● **Required work**:
Report every line in the listing that contains the string "TrajectoryPoint".

● **Data under study**:
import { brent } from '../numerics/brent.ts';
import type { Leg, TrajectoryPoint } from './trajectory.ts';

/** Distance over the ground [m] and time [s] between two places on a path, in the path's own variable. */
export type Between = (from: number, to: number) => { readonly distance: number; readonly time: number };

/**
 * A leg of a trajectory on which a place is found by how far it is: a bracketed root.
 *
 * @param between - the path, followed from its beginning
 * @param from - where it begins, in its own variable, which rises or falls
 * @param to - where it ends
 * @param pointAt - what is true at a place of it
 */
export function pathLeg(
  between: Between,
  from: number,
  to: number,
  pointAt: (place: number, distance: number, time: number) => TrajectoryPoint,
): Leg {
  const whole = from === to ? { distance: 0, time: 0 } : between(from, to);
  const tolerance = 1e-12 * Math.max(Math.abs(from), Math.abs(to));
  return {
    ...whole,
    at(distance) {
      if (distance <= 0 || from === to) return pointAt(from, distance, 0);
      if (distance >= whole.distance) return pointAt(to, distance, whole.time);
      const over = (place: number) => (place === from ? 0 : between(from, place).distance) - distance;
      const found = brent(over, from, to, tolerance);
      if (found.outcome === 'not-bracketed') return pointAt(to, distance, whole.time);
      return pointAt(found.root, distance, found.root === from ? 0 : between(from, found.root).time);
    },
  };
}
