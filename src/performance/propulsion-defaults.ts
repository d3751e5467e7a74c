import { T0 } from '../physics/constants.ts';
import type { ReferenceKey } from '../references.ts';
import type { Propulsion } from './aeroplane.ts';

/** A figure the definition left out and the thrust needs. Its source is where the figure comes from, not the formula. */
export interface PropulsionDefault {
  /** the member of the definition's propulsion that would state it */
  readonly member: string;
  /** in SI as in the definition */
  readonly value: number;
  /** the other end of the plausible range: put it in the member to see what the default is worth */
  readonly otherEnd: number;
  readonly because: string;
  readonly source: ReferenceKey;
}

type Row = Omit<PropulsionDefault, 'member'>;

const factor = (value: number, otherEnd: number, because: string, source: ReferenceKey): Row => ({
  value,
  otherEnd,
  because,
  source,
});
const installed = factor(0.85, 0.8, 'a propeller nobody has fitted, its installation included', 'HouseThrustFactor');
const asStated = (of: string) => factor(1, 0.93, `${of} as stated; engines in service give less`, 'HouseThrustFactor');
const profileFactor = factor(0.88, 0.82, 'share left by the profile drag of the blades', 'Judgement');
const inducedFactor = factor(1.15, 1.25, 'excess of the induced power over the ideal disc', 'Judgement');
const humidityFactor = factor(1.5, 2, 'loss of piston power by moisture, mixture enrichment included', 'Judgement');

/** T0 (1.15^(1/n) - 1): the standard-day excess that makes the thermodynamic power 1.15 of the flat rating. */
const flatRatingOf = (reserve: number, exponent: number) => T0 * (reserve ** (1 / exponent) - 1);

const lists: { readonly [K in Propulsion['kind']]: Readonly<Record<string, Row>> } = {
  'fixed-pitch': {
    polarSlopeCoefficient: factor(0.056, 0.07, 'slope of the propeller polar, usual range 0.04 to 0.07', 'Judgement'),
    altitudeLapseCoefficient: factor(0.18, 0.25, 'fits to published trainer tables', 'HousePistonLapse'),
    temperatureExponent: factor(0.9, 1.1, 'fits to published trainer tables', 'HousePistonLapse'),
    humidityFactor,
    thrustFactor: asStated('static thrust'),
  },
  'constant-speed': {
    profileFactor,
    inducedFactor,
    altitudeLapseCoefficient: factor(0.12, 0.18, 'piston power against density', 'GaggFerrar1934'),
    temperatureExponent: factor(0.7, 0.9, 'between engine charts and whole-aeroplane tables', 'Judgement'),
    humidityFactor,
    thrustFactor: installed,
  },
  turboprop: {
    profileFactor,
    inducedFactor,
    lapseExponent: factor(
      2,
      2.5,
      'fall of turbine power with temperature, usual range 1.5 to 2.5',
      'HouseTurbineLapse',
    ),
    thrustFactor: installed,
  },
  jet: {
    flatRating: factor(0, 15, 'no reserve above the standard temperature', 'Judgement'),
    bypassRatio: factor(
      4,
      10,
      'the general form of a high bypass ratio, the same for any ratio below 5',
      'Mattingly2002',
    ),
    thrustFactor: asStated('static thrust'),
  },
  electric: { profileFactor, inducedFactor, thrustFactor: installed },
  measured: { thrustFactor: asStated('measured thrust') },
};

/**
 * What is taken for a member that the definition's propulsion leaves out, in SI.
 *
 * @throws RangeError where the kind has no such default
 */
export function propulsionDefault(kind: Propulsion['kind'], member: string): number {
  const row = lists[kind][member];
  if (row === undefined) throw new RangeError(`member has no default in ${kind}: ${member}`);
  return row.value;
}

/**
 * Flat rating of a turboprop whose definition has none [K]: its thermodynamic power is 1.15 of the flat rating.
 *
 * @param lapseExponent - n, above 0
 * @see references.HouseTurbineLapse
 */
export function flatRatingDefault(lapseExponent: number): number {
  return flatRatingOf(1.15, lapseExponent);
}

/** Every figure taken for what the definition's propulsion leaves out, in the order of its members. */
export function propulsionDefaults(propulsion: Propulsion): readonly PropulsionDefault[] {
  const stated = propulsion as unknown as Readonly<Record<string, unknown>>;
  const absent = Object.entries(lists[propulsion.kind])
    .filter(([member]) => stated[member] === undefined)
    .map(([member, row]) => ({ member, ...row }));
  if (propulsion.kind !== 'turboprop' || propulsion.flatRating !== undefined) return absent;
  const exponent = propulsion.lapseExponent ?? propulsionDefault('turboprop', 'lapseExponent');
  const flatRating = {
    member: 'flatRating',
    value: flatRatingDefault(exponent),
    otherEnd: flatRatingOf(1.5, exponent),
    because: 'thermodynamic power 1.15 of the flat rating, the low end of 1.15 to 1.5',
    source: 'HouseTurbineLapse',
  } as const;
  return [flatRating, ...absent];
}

● **Exercise answer**:
import type { Leg, TrajectoryPoint } from './trajectory.ts';
  pointAt: (place: number, distance: number, time: number) => TrajectoryPoint,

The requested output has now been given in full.